We found that these growth-related traits in 214 species of bacteria and archaea are highly correlated, suggesting they all result from growth optimization. While modeling their association with maximal growth rates in view of synthetic biology applications, we observed that codon usage biases are better correlates of growth rates than any other trait, including rRNA copy number. Systematic deviations to our model reveal two distinct evolutionary processes. First, genome organization shows more evolutionary inertia than growth rates. This results in over-representation of growth-related traits in fast degrading genomes.
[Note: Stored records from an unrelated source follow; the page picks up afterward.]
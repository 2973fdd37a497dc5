import { buildMesh } from '../fe/buildMesh.ts';
import { hardwoodRatiosSource } from '../fileFormats/woodConstants.ts';
import { gigapascal as GPa, millimetre } from '../units/units.ts';
import { solidMaterialOf, type SolidMaterialChoice } from '../material/solidElasticity.ts';
import type { BarModel } from './BarModel.ts';
import type { AnalyzeOptions, BarAnalysis, ModeResult, SolidMaterialSummary } from './BarAnalysis.ts';
import { analyzeLineBarModel } from './analyzeLineBar.ts';
import { collisionWarnings, collisionWindowCents, type OtherMode } from './collisionWarnings.ts';
import { meshDensity } from './meshDensity.ts';
import { sampleShape } from './modeShape.ts';
import { solidMeshFor, solidModesOf, solveSolidPart, type SolidBar, type SolidMode, type SolidPartSolution } from './solidBarModes.ts';
import type { SolidModeKind } from './solidModeShape.ts';
import { bendingLine, solveBendingLine } from './solveBending.ts';
import { longitudinalLine, solveTorsionLine, torsionLine } from './solveTorsion.ts';

/**
 * Lanczos residual for the analysis: frequencies to about 1e-8 relative (measured: the same to
 * 1e-9 as at 1e-5 on the deep-arch bar), far below the mesh's 3e-4; two steps fewer on the
 * symmetric half (12 → 10).
 */
const analysisTolerance = 1e-4;
/** 50 cents above the highest of the first three partials: how far up the other families are listed. */
const collisionReach = 2 ** (collisionWindowCents / 1200);
const shapePoints = 61;

/** The solid model of a rectangular bar (SI): geometry, material in the bar's axes, and whether its halves solve apart. */
export function solidBarOf(model: BarModel, choice: SolidMaterialChoice = solidMaterialOf(model.material)): SolidBar {
  if (model.section.shape !== 'rect') throw new Error('internal: the solid model needs a rectangular bar');
  return {
    geometry: { length: model.length, width: model.section.width, blankThickness: model.section.thickness, profile: model.profile },
    material: choice.material,
    mirrorSymmetric: choice.mirrorSymmetric,
  };
}

/** The line model's frequencies (Hz) of one kind: Timoshenko bending (vertical, lateral), St-Venant torsion, rod. */
function lineFrequencies(model: BarModel, kind: SolidModeKind, count: number): Float64Array {
  if (count <= 0) return new Float64Array(0);
  // The line model meshes at the cord holes (their edges and centres are nodes) as its own analysis does.
  const line = kind === 'bending' || kind === 'lateral' ? bendingLine(model, kind === 'bending' ? 'vertical' : 'lateral') : kind === 'torsion' ? torsionLine(model) : longitudinalLine(model);
  const nodes = buildMesh(model.profile, meshDensity(Math.max(count, 4)), line.holes);
  if (kind === 'bending' || kind === 'lateral') return solveBendingLine(line, nodes, 'timoshenko', count, undefined, analysisTolerance).frequencies;
  return solveTorsionLine(line, nodes, count, undefined, analysisTolerance).frequencies;
}

function materialSummary(model: BarModel, choice: SolidMaterialChoice): SolidMaterialSummary {
  const round = (v: number) => +v.toPrecision(4);
  const elasticity = model.material.elasticity;
  if (choice.kind === 'isotropic' || !choice.constants) {
    const poisson = elasticity?.kind === 'isotropic' ? elasticity.poisson : model.material.youngModulus / (2 * model.material.shearModulus) - 1;
    return { model: 'isotropic', constants: { E_GPa: round(model.material.youngModulus / GPa), poisson: round(poisson) }, assumed: choice.assumed.map((f) => (f === 'poisson' ? 'poisson (0.3, the bar file default)' : f)) };
  }
  const c = choice.constants;
  const angle = elasticity?.kind === 'orthotropic' ? (elasticity.grain.ringAngle * 180) / Math.PI : 0;
  const grain = Math.abs(angle) < 1e-9 ? 'radial' : Math.abs(angle - 90) < 1e-9 ? 'tangential' : `ring angle ${round(angle)}°`;
  return {
    model: 'orthotropic',
    grain,
    constants: {
      E_GPa: round(c.youngLongitudinal / GPa),
      E_R_GPa: round(c.youngRadial / GPa),
      E_T_GPa: round(c.youngTangential / GPa),
      G_LR_GPa: round(c.shearLongitudinalRadial / GPa),
      G_LT_GPa: round(c.shearLongitudinalTangential / GPa),
      G_RT_GPa: round(c.shearRadialTangential / GPa),
      nu_LR: round(c.poissonLongitudinalRadial),
      nu_LT: round(c.poissonLongitudinalTangential),
      nu_RT: round(c.poissonRadialTangential),
    },
    assumed: [...choice.assumed],
    ...(choice.assumed.length ? { assumed_source: hardwoodRatiosSource } : {}),
  };
}

/**
 * analyzeBar for the solid theory: the bar as a 3D elastic body (solveSolidBar's pipeline) on the
 * default solid mesh. Lists the N lowest vertical bending modes and every torsion, lateral and
 * longitudinal mode up to 50 cents above the highest of partials N and 3 (at least the first
 * torsion and lateral mode found), each with its kind, ratio to the fundamental, nodal lines on
 * the top face and `line_model_cents` against the Timoshenko / St-Venant / rod line model's mode
 * of the same kind and index; warnings as the line model's. The halves are found in turn: the
 * symmetric one first, up to the line model's reach (the line model is the sharper one on
 * undercut wood), then the antisymmetric one up to the solid's own reach. Tubes and rods stay on
 * the line model, with a note saying so. Pure and synchronous.
 */
export function analyzeSolidBarModel(model: BarModel, options: AnalyzeOptions = {}): BarAnalysis {
  const modes = Math.max(1, Math.floor(options.modes ?? 4));
  if (model.section.shape !== 'rect') {
    const line = analyzeLineBarModel(model, { ...options, theory: 'timoshenko' });
    return { ...line, notes: [`the solid theory models rectangular bars; this ${model.section.shape === 'tube' ? 'tube' : 'rod'} was analysed with the Timoshenko line model`] };
  }
  const choice = solidMaterialOf(model.material);
  const bar = solidBarOf(model, choice);
  const wantedBending = Math.max(modes, 3);
  const lineBending = lineFrequencies(model, 'bending', wantedBending);
  const lineReach = lineBending[wantedBending - 1]! * collisionReach;
  const parts: SolidPartSolution[] = [];
  const countBending = (found: SolidMode[]) => found.filter((m) => m.kind === 'bending').length;
  const reachOf = (found: SolidMode[]) => {
    const bending = found.filter((m) => m.kind === 'bending');
    return Math.max(bending[modes - 1]?.hz ?? 0, bending[2]?.hz ?? 0) * collisionReach;
  };
  let found: SolidMode[];
  if (bar.mirrorSymmetric) {
    let count = wantedBending;
    let bound = lineReach * 1.02;
    let symmetric: SolidPartSolution;
    for (;;) {
      symmetric = solveSolidPart(bar, 'symmetric', solidMeshFor('symmetric', options.solidMesh), { count, upToHz: bound }, analysisTolerance);
      const modesHere = solidModesOf([symmetric]);
      const reach = reachOf(modesHere);
      if (countBending(modesHere) >= wantedBending && reach <= bound) break;
      count += 2;
      bound = Math.max(bound, reach * 1.02);
    }
    // The antisymmetric half up to the reach, and far enough for its first torsion and lateral
    // modes (listed even beyond the reach, as the line model lists them): the line model's
    // estimates with half an octave to spare, then more modes while either family is missing.
    const reach = reachOf(solidModesOf([symmetric]));
    const firstOthers = Math.max(lineFrequencies(model, 'torsion', 1)[0]!, lineFrequencies(model, 'lateral', 1)[0]!);
    let antisymmetricCount = 1;
    for (;;) {
      const antisymmetric = solveSolidPart(bar, 'antisymmetric', solidMeshFor('antisymmetric', options.solidMesh), { count: antisymmetricCount, upToHz: Math.max(reach, 1.41 * firstOthers) }, analysisTolerance);
      found = solidModesOf([symmetric, antisymmetric]);
      const has = (kind: SolidModeKind) => found.some((m) => m.kind === kind);
      if ((has('torsion') && has('lateral')) || antisymmetricCount > 12) {
        parts.push(symmetric, antisymmetric);
        break;
      }
      antisymmetricCount += 3;
    }
  } else {
    const firstOthers = Math.max(lineFrequencies(model, 'torsion', 1)[0]!, lineFrequencies(model, 'lateral', 1)[0]!);
    let count = wantedBending + 2;
    let bound = Math.max(lineReach * 1.02, 1.41 * firstOthers);
    for (;;) {
      const full = solveSolidPart(bar, 'full', solidMeshFor('full', options.solidMesh), { count, upToHz: bound }, analysisTolerance);
      found = solidModesOf([full]);
      const reach = reachOf(found);
      const complete = found.some((m) => m.kind === 'torsion') && found.some((m) => m.kind === 'lateral');
      if ((countBending(found) >= wantedBending && reach <= bound && complete) || count > wantedBending + 14) {
        parts.push(full);
        break;
      }
      count += 2;
      bound = Math.max(bound, reach * 1.02);
    }
  }
  const reach = reachOf(found);
  const bending = found.filter((m) => m.kind === 'bending').slice(0, modes);
  const fundamental = bending[0]!.hz;
  const listed = (kind: SolidModeKind) => {
    const ofKind = found.filter((m) => m.kind === kind);
    const inRange = ofKind.filter((m) => m.hz <= reach);
    return inRange.length || kind === 'longitudinal' ? inRange : ofKind.slice(0, 1);
  };
  const families: Record<SolidModeKind, SolidMode[]> = { bending, torsion: listed('torsion'), lateral: listed('lateral'), longitudinal: listed('longitudinal') };
  const results = {} as Record<SolidModeKind, ModeResult[]>;
  for (const kind of Object.keys(families) as SolidModeKind[]) {
    const list = families[kind];
    const line = kind === 'bending' ? lineBending : lineFrequencies(model, kind, list.length);
    results[kind] = list.map((m, i) => {
      const lineHz = line[i];
      const nodal = Array.from(m.nodalLines, (x) => x / millimetre);
      const result: ModeResult = { mode: m.index, hz: m.hz, ratio: m.hz / fundamental, kind, purity: m.purity, line_model_cents: lineHz === undefined ? null : 1200 * Math.log2(lineHz / m.hz), nodal_lines_mm: nodal };
      if (kind === 'bending') result.nodes_mm = nodal;
      if (options.shapes) {
        const shape = sampleShape(model.length, shapePoints, (x) => interpolate(m.slices, m.curve, x));
        result.shape = { x_mm: Array.from(shape.x, (x) => x / millimetre), displacement: Array.from(shape.value) };
      }
      return result;
    });
  }
  const others: OtherMode[] = [
    ...results.torsion.map((m) => ({ family: 'torsion' as const, mode: m.mode, hz: m.hz })),
    ...results.lateral.map((m) => ({ family: 'lateral' as const, mode: m.mode, hz: m.hz })),
    ...results.longitudinal.map((m) => ({ family: 'longitudinal' as const, mode: m.mode, hz: m.hz })),
  ];
  const warnings = collisionWarnings(results.bending.slice(0, 3).map((m) => m.hz), others);
  const first = parts[0]!.system.mesh;
  const notes: string[] = [];
  if (!bar.mirrorSymmetric) notes.push('the growth rings lie at an angle in the section, so no mode is symmetric across the width: the full body was solved and each mode is listed under the family with the largest share of its motion (purity)');
  return {
    theory: 'solid',
    bending: results.bending,
    torsion: results.torsion,
    lateral: results.lateral,
    longitudinal: results.longitudinal,
    warnings,
    mesh: {
      elements: parts.reduce((sum, p) => sum + p.system.mesh.elementCount, 0),
      element: first.element.kind === 'serendipity-20' ? '20-node serendipity' : '27-node Lagrange',
      parts: parts.map((p) => ({
        part: p.part,
        along: p.system.mesh.elementsAlong,
        across: p.system.mesh.elementsAcross,
        through_thickness: p.system.mesh.elementsThrough,
        unknowns: p.system.dofCount,
      })),
      nodes: parts.reduce((sum, p) => sum + p.system.mesh.nodeCount, 0),
      unknowns: parts.reduce((sum, p) => sum + p.system.dofCount, 0),
      solved_as: bar.mirrorSymmetric ? 'halves' : 'full body',
    },
    material: materialSummary(model, choice),
    ...(notes.length ? { notes } : {}),
  };
}

/** Linear interpolation of a curve sampled at ascending positions. */
function interpolate(x: Float64Array, y: Float64Array, at: number): number {
  if (at <= x[0]!) return y[0]!;
  for (let i = 1; i < x.length; i++) {
    if (at <= x[i]!) {
      const s = (at - x[i - 1]!) / (x[i]! - x[i - 1]! || 1);
      return y[i - 1]! + s * (y[i]! - y[i - 1]!);
    }
  }
  return y[y.length - 1]!;
}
Second, selection for these traits depends on optimal growth temperature: for similar generation times purifying selection is stronger in psychrophiles, intermediate in mesophiles and lower in thermophiles. Using this information, we created a predictor of maximal growth rate adapted to small genome fragments. We applied it to three metagenomic environmental samples to show that a transiently rich environment, as the human gut, selects for fast-growers, that a toxic environment, as the acid mine biofilm, selects for low growth rates, whereas a diverse environment, like the soil, shows all ranges of growth rates. We also demonstrate that microbial colonizers of babies gut grow faster than stabilized human adults gut communities. In conclusion, we show that one can predict maximal growth rates from sequence data alone and we propose that such information can be used to facilitate the manipulation of generation times. Our predictor allows inferring growth rates in the vast majority of uncultivable prokaryotes and paves the way to the understanding of community dynamics from metagenomic data.
Figure 3 – Average predicted minimum generation time for 3 environmental metagenomes (left) and in the human gut (right). Crosses represent the average for the whole metagenome approach while dots represent the average for the pseudo-genome approach. Groups not connected by the same letter (A or B) are significantly different (Tukey-Kramer: p-value<0.005). The full horizontal line represents the average of the predictions for all individuals (from Vieira-Silva, Plos Genetics, 2010).